第三章 『君のご飯に、ライド、オンッッ!!』


 「オレっちや他の奴らも中国製品にはうんざりしてンだ」
 ”国産特選丸大豆醤油”はほとほとと、話し始めた。
 「未亜っちを助けンのには、すげぇ力が必要だ。だから、オレっち達が集められたのは、むしろ逆に運命みたいなモンだと思う」
 「……? どういうこと?」
 「オレっち達は、選ばれてココにいる、ってこった。あの母ちゃん、いい目してんだな。まぁ、アイツらみたいに余計なモンも混じッちまったが、他のそれぞれの奴ぁ、それぞれン中で最高級の品質、それと栄養価をもってる」
 つまり、活きのいいモノだけがここにいる、ということか。
 だがそれはきっと、母親のいい目云々の問題とはすこし違うのだろう。
 未亜ちゃんを想う、母の愛。
 それが、きっと、未亜ちゃんを救うことが出来るモノを選んだんだ。
 「実際、オレっちも、オメェみてぇなアグレッシブな卵は、初めて見た。普通、悲痛な、この世の終わりみてぇな顔してんのにな。 オメェは違った。 だから、力を貸す気になったンだ。 オメェは、選ばれた卵だ。未亜っちを救うことが出来る」
 それは一体どうやって……?
 テーブルがカタカタ鳴る。
 未亜ちゃんの顔がすぐ横にあった。
 「次はぁ、赤ういんなー!すごい、朝から赤ういんなーだ!」
 「それも、シャウエッセンの高級な品なの」
 「あじ違う? うー、よくわかんない」
 確実に、食指はこちらに近づいてきている。
 事態は、刻一刻を争う。
 未亜ちゃんを、守りたいんだ。
 「いいか、よく聞け。いずれオメェが未亜っちに食われる番がくる。オメェが今その姿でこのテーブルの上にいる、そいで今は朝飯、ってことから察するに、オメェの末路は、ほぼ間違いなく、一つしか無ェ」
 ……ゴクリ。
 俺は黙って、その宣告を待つ。
 「いいか、オメェは、これから”卵かけご飯”になるンだ」
 卵かけ……ご飯……?
 「ある種、荊の道だが、逆にこれがいい。コイツが今のオレっち達にゃ、一等理想的な形なんだ。そこのフレンチトーストやゆで卵見たろ。アイツらは加熱された時点で、もう逝っちまってンだ。 オメェは、生のまま、生きたままで、未亜っちの胃まで行くチャンスがある。 そこに、ヤツらがいる」
 引っかかる言い方だ。チャンスがある、というのは、辿りつけない可能性がある時に使う言葉だからだ。

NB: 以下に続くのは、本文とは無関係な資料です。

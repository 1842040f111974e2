// The HTTP adapter route by route, as a client sees it: each route's status, content type and caching
// headers, the methods it takes (405 with Allow), the options it refuses at construction, the admin rule
// (loopback without a token; with one, the bearer header or the dashboard cookie from everyone), CORS,
// body limits and parsing, the identity hook's answers, and the chat stream's events. Servers listen on
// port 0; a remote peer is given to the Fetch front-end as its address, as a server would pass it.

import { afterAll, describe, expect, it } from 'vitest';
import { createServer, request as httpRequest, type IncomingMessage, type Server } from 'node:http';
import type { AddressInfo } from 'node:net';
import { hostname } from 'node:os';
import { createParser, type EventSourceMessage } from 'eventsource-parser';
import { createHttpAdapter, HttpError, type ChatHandler, type HttpAdapter, type HttpAdapterOptions } from '../../../adapters/http/index.js';
import { ErrorCodes, InputError, TidemarkError } from '../../../src/errors.js';
import { DashboardCollector } from '../../../src/metrics/collector.js';
import { StoreHealth } from '../../../src/metrics/health.js';
import { createTidemark, type Tidemark } from '../../../src/middleware/tidemark.js';
import { InProcessStore } from '../../../src/store/in-process.js';

const TOKEN = 'nursery-admin-token-0123456789';
const REMOTE = { remoteAddress: '203.0.113.9' };
const LOCAL = { remoteAddress: '127.0.0.1' };
const JSON_TYPE = 'application/json; charset=utf-8';

const closers: Array<() => Promise<unknown> | void> = [];
afterAll(async () => {
  for (const close of closers.reverse()) await close();
});

/** A plant nursery's bot: it answers with the turn's text. */
const echo: ChatHandler = (input) => `Noted: ${String(input.text)}`;

function adapterOf(options: Partial<HttpAdapterOptions> = {}): { a: HttpAdapter; tm: Tidemark } {
  const tm = options.tidemark ?? createTidemark();
  const a = createHttpAdapter({ handler: echo, health: false, ...options, tidemark: tm });
  closers.push(() => tm.close({ timeoutMs: 200 }));
  closers.push(() => a.close());
  return { a, tm };
}

/** A Node server on a port of its own choosing, with the adapter's listener (or a stack) behind it. */
async function listen(handler: (req: IncomingMessage & { body?: unknown }, res: import('node:http').ServerResponse) => void): Promise<string> {
  const srv: Server = createServer(handler);
  await new Promise<void>((r) => srv.listen(0, '127.0.0.1', r));
  closers.push(async () => {
    srv.closeAllConnections();
    await new Promise((r) => srv.close(r));
  });
  return `http://127.0.0.1:${(srv.address() as AddressInfo).port}`;
}

async function served(options: Partial<HttpAdapterOptions> = {}): Promise<{ a: HttpAdapter; tm: Tidemark; url: string }> {
  const { a, tm } = adapterOf(options);
  return { a, tm, url: await listen(a.listener) };
}

async function errorOf(res: Response): Promise<{ status: number; type: string | null; code: string; message: string }> {
  const body = (await res.json()) as { error: { code: string; message: string } };
  expect(Object.keys(body)).toEqual(['error']);
  expect(Object.keys(body.error)).toEqual(['code', 'message']);
  return { status: res.status, type: res.headers.get('content-type'), code: body.error.code, message: body.error.message };
}

/** A response's headers as a plain object (every header, so an extra one shows). */
const headersOf = (res: Response): Record<string, string> => {
  const out: Record<string, string> = {};
  res.headers.forEach((v, k) => (out[k] = v));
  return out;
};

/** Resolves once `signal` aborts (at once if it already has). */
const untilAborted = (signal: AbortSignal): Promise<void> =>
  new Promise((r) => (signal.aborted ? r() : signal.addEventListener('abort', () => r(), { once: true })));

function events(text: string): EventSourceMessage[] {
  const out: EventSourceMessage[] = [];
  createParser({ onEvent: (e) => out.push(e) }).feed(text);
  return out;
}

const postJson = (url: string, body: unknown, headers: Record<string, string> = {}): Promise<Response> =>
  fetch(url, { method: 'POST', headers: { 'content-type': 'application/json', ...headers }, body: typeof body === 'string' ? body : JSON.stringify(body) });

const chatRequest = (body: unknown, headers: Record<string, string> = {}): Request =>
  new Request('http://h/chat', { method: 'POST', headers: { 'content-type': 'application/json', ...headers }, body: JSON.stringify(body) });

describe('options refused at construction', () => {
  const refusal = (options: Record<string, unknown>): { code: string; option: unknown; message: string } => {
    const tm = createTidemark();
    closers.push(() => tm.close({ timeoutMs: 200 }));
    try {
      createHttpAdapter({ tidemark: tm, handler: echo, health: false, ...options } as HttpAdapterOptions).close();
    } catch (err) {
      const e = err as TidemarkError;
      return { code: e.code, option: e.details.option, message: e.message };
    }
    return { code: 'accepted', option: undefined, message: '' };
  };

  it.each<[string, Record<string, unknown>, string, RegExp]>([
    ['no tidemark', { tidemark: undefined }, 'tidemark', /^http: option tidemark must be a tidemark instance, got undefined$/],
    ['a tidemark without wrap', { tidemark: { wrap: 1 } }, 'tidemark', /option tidemark must be a tidemark instance, got an object/],
    ['a handler that is not a function', { handler: 'reply' }, 'handler', /^http: option handler must be a function \(input, ctx\) => reply, got "reply"$/],
    ['a token of 15 characters', { token: 'a'.repeat(15) }, 'token', /^http: option token must be a string of at least 16 characters without spaces$/],
    ['a token with a space', { token: 'fern house token 0123' }, 'token', /option token/],
    ['a token that is not a string', { token: 1234567890123456789 }, 'token', /option token/],
    ['a resolveIdentity that is not a function', { resolveIdentity: {} }, 'resolveIdentity', /^http: option resolveIdentity must be a function \(request\) => \{ session, user\?, tenant\? \} \| null, got an object$/],
    ['maxBodyBytes below 64', { maxBodyBytes: 63 }, 'maxBodyBytes', /^http: option maxBodyBytes must be an integer >= 64, got 63$/],
    ['maxBodyBytes not an integer', { maxBodyBytes: 100.5 }, 'maxBodyBytes', /got 100\.5$/],
    ['an unknown memoryEvent', { memoryEvent: 'all' }, 'memoryEvent', /^http: option memoryEvent must be 'ids', 'full' or 'none', got "all"$/],
    ['feedIntervalMs below 50', { feedIntervalMs: 49 }, 'feedIntervalMs', /^http: option feedIntervalMs must be an integer >= 50, got 49$/],
    ['feedIntervalMs not an integer', { feedIntervalMs: 60.5 }, 'feedIntervalMs', /got 60\.5$/],
    ['basePath "/"', { basePath: '/' }, 'basePath', /^http: option basePath must be '' or start with "\/" and not end with one, got "\/"$/],
    ['basePath without a leading slash', { basePath: 'memory' }, 'basePath', /basePath/],
    ['basePath with a trailing slash', { basePath: '/memory/' }, 'basePath', /basePath/],
    ['basePath with a query', { basePath: '/memory?x' }, 'basePath', /basePath/],
    ['basePath with a fragment', { basePath: '/memory#x' }, 'basePath', /basePath/],
    ['basePath with an inner slash only', { basePath: 'memory/x' }, 'basePath', /basePath/],
    ['basePath not a string', { basePath: 7 }, 'basePath', /got 7$/],
  ])('%s', (_name, options, option, message) => {
    const r = refusal(options);
    expect(r.code).toBe('TIDEMARK_E_CONFIG');
    expect(r.option).toBe(option);
    expect(r.message).toMatch(message);
  });

  it('accepts the edges: a 16-character token, 64 bytes, 50 ms, a nested basePath, every memoryEvent', () => {
    for (const options of [
      { token: 'a'.repeat(16) },
      { maxBodyBytes: 64 },
      { feedIntervalMs: 50 },
      { basePath: '/a/b' },
      { basePath: '/m' },
      { basePath: '' },
      { memoryEvent: 'ids' },
      { memoryEvent: 'full' },
      { memoryEvent: 'none' },
      { resolveIdentity: () => null },
    ]) {
      expect({ options, ...refusal(options) }).toEqual({ options, code: 'accepted', option: undefined, message: '' });
    }
  });
});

 「だが、……いいか、オメェがご飯にかけられる前に、避けて通れない関門がある。オメェは……”変身”しなくちゃならねェんだ」
 「銀シャリぃっ~、アツアツ~」
 突然フッと、体が持ち上がる。
 未亜ちゃんだ。
 未亜ちゃんが俺の体を持ち上げている!
 早い、少しだけ早かった。
 遂に、もう、この時が来てしまった……
 「やべッ!!いいか、絶対に意識を失うな!!それほどまでに、オメェの”変身”は……」
 そこから醤油の声は、遠く聞きとれなくなってしまった。
 「未亜って卵、もう、うまく割れるんだっけ?」
 ヒッ…!
 その醤油の声を遮るように、母親の声が、俺の死を表す言葉を紡いだ。
 分かっていても、恐ろしいものがあった。
 知っている、俺はこれからこの身を叩きつけられて……死んでしまう。
 未亜ちゃんの手に、声色に、俄かに力がこもる……!
 「こないだできるようになったじゃん!ぇい!」
 (ぐぎゃあああああ!!!)
 ピシィ、と俺の殻が、割れた。
 それは、俺に今の今まではあった”未来”が、確実に潰えた事を意味していた。
 それと共に襲い来る、信じられないほどの激痛。
 アアアゥッ……ウッ……ッ……。
 痛みに耐える俺の中身が、未亜ちゃんのまだ不器用な指に抉られながら、即座に、乱暴に冷たい器の皿に叩きつけられる!
 (あっ、あああぎぃいいあああァァァアッァァっ!!!)
 正視に耐えかねるほど凄惨に、ぶちまけられた俺の中身。
 「あ、ちょっとしっぱい」
 「んもぅ、黄身破れちゃってるじゃない、ママやろうか?」
 「いいのっ!」
 嗚咽が、止められない。
 だが、息つく間無く、柄にウサハナがプリントされた、可愛らしいピンクのプラスチック箸の先が、俺自身である黄身の中心を容赦なく突き刺した!!
 (いぎあァァァァ!!!!!!!)
 意識が飛びそうになる。
 ――いいか、絶対に意識を失うな!!
 蘇る醤油の声。
 ダメだダメだ、ダメだ!!!
 ここで途絶えたら、全て終わる。
 俺だけじゃない、この一家の”未来”までもが。
 ウォォオオオオ!!
 俺を貫いたピンク色の箸は、俺の薄皮の中身を更に抉り、中身を白身に溶かしている。
 なんだ、一体、何が始まるんだ……。
 「とくのは、ちょっとむずかしいんだよねー。なんか、いっつもこぼれる」
 俺を貫いたままの箸は、そのまま、高速で、無情に俺をかき混ぜ始めた!
 (うぎぐごごごぎゃあああああ!!!)
 あまりの激痛に混濁していく意識の中、さっきの醤油の声がまた、俺の頭に木霊していた。
 ――――荊の道だが
 ――――それほどまでに、オメェの”変身”は……
 激痛を伴う、か。
 人間が、例えば腹を割かれ腸を取りだされたとしたら、痛みで死ぬのだろうか。
 違う。
 その場合、訪れる死のほとんどは、心因性のショックによるものだ。
 そこで盲腸でも切り落とされようものなら、体に害は無いはずでも、自分の未来までもが腸と一緒に体から切りはなされたように感じるはずだ。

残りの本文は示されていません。